» **Task input**:
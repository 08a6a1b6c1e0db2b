import { readdir, readFile } from 'node:fs/promises';
import { join } from 'node:path';
import { InputError } from '../quantity/input-fault.ts';
import { openOutputFolder } from './output-folder.ts';
import { installedPackage } from './package-root.ts';
import { solveCommand } from './solve-command.ts';
import { writeResult } from './terminal.ts';

/** The files of the demo set. */
const DEMO_FILES = ['pairs.csv', 'README.md', 'truth.json'] as const;

interface DemoFile {
  readonly name: string;
  readonly text: string;
}

/** Writes the demo set to the folder, solves it, and says where to look. */
export async function demoCommand(folder: string, quiet: boolean): Promise<number> {
  await writeDemoSet(folder, await demoSet());
  const code = await solveCommand(
    {
      given: { files: [join(folder, 'pairs.csv')] },
      settingsFile: undefined,
      out: undefined,
      json: false,
      strict: false,
      quiet,
    },
    join(folder, 'result'),
  );
  if (!quiet) await writeResult(whereToLook(folder));
  return code;
}

async function demoSet(): Promise<DemoFile[]> {
  const { root } = installedPackage();
  return Promise.all(
    DEMO_FILES.map(async (name) => ({ name, text: await readFile(join(root, 'data-demo', name), 'utf8') })),
  );
}

// A demo set that is already there, whole and unchanged, is used as it is; anything else in the folder stops the run.
async function writeDemoSet(folder: string, files: readonly DemoFile[]): Promise<void> {
  const present = await readdir(folder).catch((): string[] => []);
  if (!DEMO_FILES.some((name) => present.includes(name))) {
    const output = await openOutputFolder(folder, { replaceResult: false, inputs: [] });
    await output.write(files.map(({ name, text }) => ({ name, chunks: () => [text] })));
    return;
  }
  for (const { name, text } of files) {
    const there = await readFile(join(folder, name), 'utf8').catch(() => undefined);
    if (there === text) continue;
    throw new InputError([
      {
        place: { file: join(folder, name) },
        found:
          there === undefined ? 'no such file in a folder that holds other files of the demo set' : 'a changed file',
        expected: 'a new or empty folder, or the demo set as it was written',
        remedy: 'Name another folder, such as: oddloop demo another-demo',
      },
    ]);
  }
}

function whereToLook(folder: string): string {
  return [
    '',
    'The demo set',
    `  ${join(folder, 'README.md')}  what the bench was, and what is hidden in the takes`,
    `  ${join(folder, 'pairs.csv')}  the takes, a row a reading`,
    `  ${join(folder, 'truth.json')}  the responses it was made from, to compare with`,
    `  ${join(folder, 'result')}  what oddloop makes of it: open report.html in a browser`,
    '',
  ].join('\n');
}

» **Aim of the exercise**:
Scan the data above for the word "text", then copy every line that holds it.

» **Result of the task**:
  readonly text: string;
    DEMO_FILES.map(async (name) => ({ name, text: await readFile(join(root, 'data-demo', name), 'utf8') })),
    await output.write(files.map(({ name, text }) => ({ name, chunks: () => [text] })));
  for (const { name, text } of files) {
    if (there === text) continue;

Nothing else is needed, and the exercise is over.